Unter der Führung von Nina Kraus, Professorin und Leiterin des Auditory Neuroscience Laboratory, entwickelte die Gruppe deshalb einen Test zur Messung der im Hirn erzeugten elektrischen Signale. Die Forscher platzierten drei Elektroden auf der Kopfhaut von Kindern, denen einige Minuten lang unterschiedliche Sprachlaute vorgespielt wurden, um ihre Fähigkeit abzuschätzen, Sprache zu verstehen und zwischen bestimmten Lauten zu unterscheiden.

Wie sich dabei zeigte, waren die neuronalen Reaktionen bei Kindern, die in den 5 bis 56 Tagen zuvor eine Gehirnerschütterung erlitten hatten, anders als bei nicht betroffenen: Kinder mit Gehirnerschütterung reagierten weniger deutlich auf die Tonhöhe der aufgezeichneten Laute als die Kontrollgruppe. Mit dem Test konnten 18 der 20 Studienteilnehmer mit Gehirnerschütterung korrekt identifiziert werden, ebenso wie 19 der 20 gesunden Probanden.

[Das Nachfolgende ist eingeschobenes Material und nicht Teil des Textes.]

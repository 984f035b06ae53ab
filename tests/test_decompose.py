"""flowpipe.decompose and `flowpipe decompose` against published analytic cases."""

from __future__ import annotations

import numpy as np
import pytest
import xarray as xr
from reference_winds import (
    case2,
    case6,
    latitudes,
    mesh,
    potential_flow,
    relative_max_error,
    wind_dataset,
)

import flowpipe as fp
from flowpipe.annotate import VARIABLES
from flowpipe.cli import main
from flowpipe.slabs import transform_threads

GRIDS = [("CC", 33, 64), ("F1", 32, 64), ("GL", 32, 64)]
CASES = {
    # Williamson et al. (1992), J. Comput. Phys. 102, 211-224, test case 2, alpha = 0.
    "case2_alpha0": lambda phi, lam: case2(phi, lam, 0.0),
    # ... test case 2 with the flow over the poles, alpha = pi/2 - 0.05.
    "case2_alpha_pi/2-0.05": lambda phi, lam: case2(phi, lam, np.pi / 2 - 0.05),
    # ... test case 6, the Rossby-Haurwitz wave of wavenumber 4.
    "case6": case6,
}
CONTRACT = ("streamfunction", "velocity_potential", "vorticity", "divergence",
            "u_rotational", "v_rotational", "u_divergent", "v_divergent")


def _grid_wind(geometry, nlat, nlon, case, descending=False):
    lat = latitudes(geometry, nlat)
    lon, phi, lam = mesh(lat, nlon)
    ref = CASES[case](phi, lam) if isinstance(case, str) else case(phi, lam)
    ds = wind_dataset(ref["u"], ref["v"], lat, lon)
    if descending:
        ds = ds.isel(latitude=slice(None, None, -1))
        ref = {k: val[::-1] for k, val in ref.items()}
    return ds, ref


@pytest.mark.parametrize("descending", [False, True], ids=["south-north", "north-south"])
@pytest.mark.parametrize("case", list(CASES))
@pytest.mark.parametrize(("geometry", "nlat", "nlon"), GRIDS)
def test_williamson_streamfunction_and_vorticity(geometry, nlat, nlon, case, descending):
    # Williamson et al. (1992), test cases 2 and 6: analytic psi and zeta, relative max
    # error <= 1e-9 after removing the mean; the flows are non-divergent.
    wind, ref = _grid_wind(geometry, nlat, nlon, case, descending)
    parts = fp.decompose(wind, method="spectral")
    assert np.array_equal(parts["latitude"].values, wind["latitude"].values)
    assert relative_max_error(parts["streamfunction"].values, ref["psi"]) <= 1e-9
    assert relative_max_error(parts["vorticity"].values, ref["zeta"]) <= 1e-9
    speed = np.max(np.hypot(ref["u"], ref["v"]))
    assert np.max(np.hypot(parts["u_divergent"], parts["v_divergent"])) <= 1e-9 * speed
    assert np.max(np.abs(parts["u_rotational"].values - ref["u"])) <= 1e-10 * speed
    assert parts.attrs["reconstruction_error"] <= 1e-10


@pytest.mark.parametrize(("geometry", "nlat", "nlon"), [g for g in GRIDS if g[0] != "CC"])
def test_divergent_spherical_harmonic_field(geometry, nlat, nlon):
    # chi and psi built with scipy.special.sph_harm_y; delta = -l(l+1)/a^2 chi (textbook
    # identity): chi and delta to <= 1e-9, rotational + divergent winds reproduce the
    # input to <= 1e-10.
    wind, ref = _grid_wind(geometry, nlat, nlon, potential_flow)
    parts = fp.decompose(wind)
    assert parts.attrs["method"] == "spectral"
    assert relative_max_error(parts["velocity_potential"].values, ref["chi"]) <= 1e-9
    assert relative_max_error(parts["divergence"].values, ref["delta"]) <= 1e-9
    assert relative_max_error(parts["streamfunction"].values, ref["psi"]) <= 1e-9
    speed = np.max(np.hypot(ref["u"], ref["v"]))
    for comp in ("u", "v"):
        total = parts[f"{comp}_rotational"] + parts[f"{comp}_divergent"]
        assert np.max(np.abs(total.values - ref[comp])) <= 1e-10 * speed
        assert np.max(np.abs(parts[f"{comp}_divergent"].values - ref[f"{comp}_div"])) <= 1e-10 * speed
    assert parts.attrs["reconstruction_error"] <= 1e-10


def test_corrupted_pole_rows_are_replaced_by_the_pole_vector():
    # Test case 2 over the poles (Williamson et al. 1992) with a constant added to both
    # pole rows, which no single pole vector produces (*common practice*): the result
    # is the analytic one, and the unresolved wind is the discarded part (the parts and
    # it add up to the wind).
    wind, ref = _grid_wind("CC", 33, 64, "case2_alpha_pi/2-0.05")
    wind["u"][[0, -1], :] += 5.0
    parts = fp.decompose(wind, method="spectral")
    assert relative_max_error(parts["streamfunction"].values, ref["psi"]) <= 1e-9
    assert parts.attrs["unresolved_fraction"] > 1e-6
    assert parts.attrs["reconstruction_error"] <= 1e-12


def test_lazy_over_levels_one_slab_per_task():
    # Each level is its own Williamson et al. (1992) case-2 flow (alpha = 0.1 * level
    # index); the dask result stays lazy, has one chunk per slab and matches the
    # analytic streamfunction of every level.
    geometry, nlat, nlon = "GL", 24, 48
    lat = latitudes(geometry, nlat)
    lon, phi, lam = mesh(lat, nlon)
    refs = [case2(phi, lam, 0.1 * k) for k in range(3)]
    wind = wind_dataset(np.stack([r["u"] for r in refs]), np.stack([r["v"] for r in refs]),
                        lat, lon, levels=np.array([850.0, 500.0, 250.0]))
    wind = wind.chunk({"level": 1})
    parts = fp.decompose(wind, levels=[850.0, 250.0])
    assert parts["streamfunction"].chunks is not None
    assert parts["streamfunction"].data.numblocks == (2, 1, 1)
    computed = parts.compute()
    for index, ref in zip((0, 1), (refs[0], refs[2]), strict=True):
        psi = computed["streamfunction"].isel(level=index).values
        assert relative_max_error(psi, ref["psi"]) <= 1e-9
    assert float(computed["reconstruction_error"].max()) <= 1e-10


@pytest.mark.parametrize("n_tasks", [1, 2, 7])
def test_threads_times_workers_within_cores(n_tasks):
    # No oversubscription: ducc0 threads x concurrent dask tasks <= cores (*common practice*).
    import os

    import dask

    cores = len(os.sched_getaffinity(0))
    for workers in (1, 2, cores):
        with dask.config.set(num_workers=workers, scheduler="threads"):
            threads = transform_threads(n_tasks)
        assert threads >= 1
        assert threads * min(workers, n_tasks) <= max(cores, min(workers, n_tasks))


def test_bad_inputs_name_the_problem():
    wind, _ = _grid_wind("GL", 32, 64, "case6")
    # A limited-area grid cannot be transformed: point to the regional method.
    regional = wind.isel(longitude=slice(0, 40))
    with pytest.raises(fp.InputError, match="--method regional"):
        fp.decompose(regional, method="spectral")
    # Missing values under method="spectral": filled for the transforms, then missing again
    # in every output (flowpipe.masked).
    gappy = wind.copy(deep=True)
    gappy["u"][10:12, 5:7] = np.nan
    filled = fp.decompose(gappy, method="spectral")
    assert "masked_points" in filled.attrs
    assert int(filled["streamfunction"].isnull().sum()) == 4
    # Too coarse for the truncation: the largest allowed N (GL limit nlat - 1 of the
    # ducc0 analysis_2d documentation, and (nlon - 1) // 2 = 31).
    with pytest.raises(fp.UsageError, match="give N from 1 to 31"):
        fp.decompose(wind, truncation=40)
    with pytest.raises(fp.UsageError, match="method"):
        fp.decompose(wind, method="fourier")


def _write_case6_file(path, descending):
    wind, ref = _grid_wind("CC", 33, 64, "case6", descending)
    ds = wind.expand_dims(time=np.array(["2026-01-01T00"], dtype="datetime64[ns]"))
    ds.to_netcdf(path)
    return ref


def test_cli_writes_every_contract_variable(tmp_path):
    # Output as README.md ("Output files") lists it (CF-1.11 standard names and units),
    # values against Williamson et al. (1992) test case 6.
    source = tmp_path / "rh.nc"
    ref = _write_case6_file(source, descending=True)
    out = tmp_path / "parts.nc"
    assert main(["decompose", str(source), "-o", str(out), "--kinematics"]) == 0
    with xr.open_dataset(out) as ds:
        for name in CONTRACT:
            standard_name, units, _ = VARIABLES[name]
            assert ds[name].attrs["units"] == units
            assert ds[name].attrs.get("standard_name") == standard_name
        assert ds["latitude"].attrs["standard_name"] == "latitude"
        assert ds["longitude"].attrs["standard_name"] == "longitude"
        assert ds["time"].attrs["standard_name"] == "time"
        assert ds.attrs["method"] == "spectral"
        assert ds.attrs["truncation_N"] == 31
        assert "zero" in ds.attrs["streamfunction_velocity_potential_constant"]
        assert float(ds["reconstruction_error"].max()) <= 1e-10
        psi = ds["streamfunction"].isel(time=0).values
        assert relative_max_error(psi, ref["psi"][::-1]) <= 1e-9  # file read south to north
        assert "total_wavenumber" in ds["kinetic_energy_spectrum_rotational"].dims


@pytest.mark.parametrize(("extra", "needle"), [
    (["--truncation", "99"], "give N from 1 to 31"),
    (["--levels", "850"], "no vertical dimension"),
    (["--method", "regional", "--truncation", "5"], "spectral method only"),
])
def test_cli_bad_options_exit_2_with_one_line(tmp_path, capsys, extra, needle):
    # Exit codes and message form of README.md ("Exit codes").
    source = tmp_path / "rh.nc"
    _write_case6_file(source, descending=False)
    code = main(["decompose", str(source), "-o", str(tmp_path / "x.nc"), *extra])
    err = capsys.readouterr().err
    assert code == 2
    assert err.startswith("flowpipe: error:") and needle in err
    assert "Traceback" not in err and len(err.strip().splitlines()) == 1
    assert not (tmp_path / "x.nc").exists()


def test_auto_dispatches_limited_area_grids_to_the_regional_method(monkeypatch):
    # README.md ("Methods"): spherical harmonics on complete global
    # grids, the limited-area solver otherwise; the solver is told whether the grid wraps.
    import flowpipe.regional

    calls = []

    def recorder(wind, scheme, periodic, **options):
        calls.append((wind.sizes["longitude"], scheme, periodic, options))
        return xr.Dataset(attrs={"method": "regional"})

    monkeypatch.setattr(flowpipe.regional, "decompose_regional", recorder)
    wind, _ = _grid_wind("GL", 32, 64, "case6")
    gappy = wind.copy(deep=True)
    gappy["v"][3, 4] = np.nan
    # a gappy complete global grid stays spectral under auto (README.md, "Methods"; tests/test_masked.py)
    assert fp.decompose(gappy, method="regional", scheme="dirichlet").attrs["method"] == "regional"
    assert fp.decompose(wind.isel(longitude=slice(0, 30)), tolerance=1e-3).attrs["method"] == "regional"
    assert fp.decompose(wind, method="regional").attrs["method"] == "regional"
    assert fp.decompose(wind).attrs["method"] == "spectral"
    assert calls == [(64, "dirichlet", True, {}), (30, "variational", False, {"tolerance": 1e-3}),
                     (64, "variational", True, {})]
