"""Batch config errors: each names the key (and line), exit 2, nothing written.

The TOML grammar is TOML v1.0.0 (toml.io), read by the standard library's
:mod:`tomllib` (PEP 680).
"""

from __future__ import annotations

from pathlib import Path

import pytest

from flowpipe.cli import main
from flowpipe.config import ConfigError, load_config, render_template

ROOT = Path(__file__).resolve().parents[1]
SAMPLE = ROOT / "sample_data" / "demo_regional.nc"


def _config(tmp_path: Path, body: str) -> Path:
    path = tmp_path / "night.toml"
    path.write_text(f'[input]\npaths = ["{SAMPLE}"]\n\n[output]\ndirectory = "out"\n\n{body}')
    return path


@pytest.mark.parametrize(
    ("body", "expected"),
    [
        ("[decompose]\nmethd = \"auto\"\n", "line 8: unknown key [decompose] methd"),
        ("[decompose]\ntruncation = \"ten\"\n", "line 8: [decompose] truncation must be an integer"),
        ("[advect]\nhours = true\nstarts = [[50.0, 0.0]]\n", "line 8: [advect] hours must be"),
        ("[decompose]\noutput = \"../../elsewhere/{stem}.nc\"\n", "would write outside the output"),
        ("[decompose]\noutput = \"/tmp/{stem}.nc\"\n", "would write outside the output"),
        ("[maps]\noutput = \"{stem}_{colour}.png\"\n", "unknown field(s) colour"),
        ("[extras]\nx = 1\n", "line 7: unknown table [extras]"),
        ("[advect]\nhours = 12\n", "needs exactly one of starts"),
    ],
)
def test_config_errors_name_the_key_and_line(tmp_path, capsys, body, expected):
    path = _config(tmp_path, body)
    with pytest.raises(ConfigError, match=None) as exc:
        load_config(path)
    assert expected in str(exc.value)
    assert main(["run", str(path)]) == 2
    err = capsys.readouterr().err
    assert err.startswith("flowpipe: error:") and expected in err and "Traceback" not in err
    assert not (tmp_path / "out").exists()  # nothing written


def test_missing_input_path_is_named(tmp_path, capsys):
    path = tmp_path / "night.toml"
    path.write_text('[input]\npaths = ["nowhere/*.nc"]\n[output]\ndirectory = "out"\n')
    assert main(["run", str(path)]) == 2
    err = capsys.readouterr().err
    assert "line 2" in err and "nowhere/*.nc matches no file" in err
    assert not (tmp_path / "out").exists()


def test_templates_cannot_escape_through_field_values(tmp_path):
    out = render_template("{stem}_x.nc", tmp_path, stem="../../etc/passwd")
    assert tmp_path.resolve() in out.parents
    assert out.name.endswith("_x.nc")


def test_defaults_are_filled(tmp_path):
    config = load_config(_config(tmp_path, "[decompose]\n"))
    assert config.section("decompose")["method"] == "auto"
    assert config.inputs == [SAMPLE.resolve()]
    assert config.output_dir == (tmp_path / "out").resolve()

Im Zuge der Erholung von ihren Kopfverletzungen verbesserte sich dann die Fähigkeit der jungen Patienten, Tonhöhen zu verarbeiten, berichten die Forscher.

Eine Schwäche der Studie ist, dass sie die Grundfähigkeit zur Verarbeitung von akustischen Signalen bei den Teilnehmern nicht berücksichtigte, sagt Marc Nuwer, Neurophysiologe und Neurologieprofessor an der School of Medicine der University of California in Los Angeles. Dies hätte dazu beigetragen, zu erkennen, ob die Muster der Signalverarbeitung bei den Probanden tatsächlich anders als normal waren. Laut Nuwer können auch andere Probleme als Erschütterungen die Fähigkeit des Hirns zur Lautverarbeitung beeinträchtigen, etwa Medikamente oder Müdigkeit.

Die ersten Ergebnisse sind interessant, doch in einer Artpraxis oder vor Ort könnte sich ein solcher Test als nicht praktikabel erweisen. Unter anderem muss dafür ein Elektroenzephalogramm (EEG) erstellt werden, was teure Technik und aufwendige Analysen erfordert. Wie Kraus erklärt, will ihr Team jetzt weitere Studienteilnehmer rekrutieren, um den Test an mehr Personen auszuprobieren.

Traumatische Hirnverletzungen, wie etwa Gehirnerschütterungen, führen laut den U.S. Centers for Disease Control zu zwei Millionen Besuchen in US-Notaufnahmen pro Jahr und spielen eine Rolle bei mehr als 50.000 Todesfällen. Ein erheblicher Anteil der Verletzungen gilt als geringfügig. Derzeit werden sie ausschließlich anhand der Symptome diagnostiziert. Mit Computertomografien lassen sich schwerere Verletzungen ausschließen, sie eignen sich jedoch nicht für die Diagnose von Erschütterungen.

Zunehmende Sorgen um lang anhaltende Hirnschäden bei jungen und professionellen Sportlern haben die öffentliche Aufmerksamkeit für das Problem der Gehirnerschütterungen zunehmen lassen und Interesse daran geweckt, bessere Diagnosemethoden dafür zu entwickeln. Denn besonders bei Kindern sind die Möglichkeiten dafür bislang begrenzt.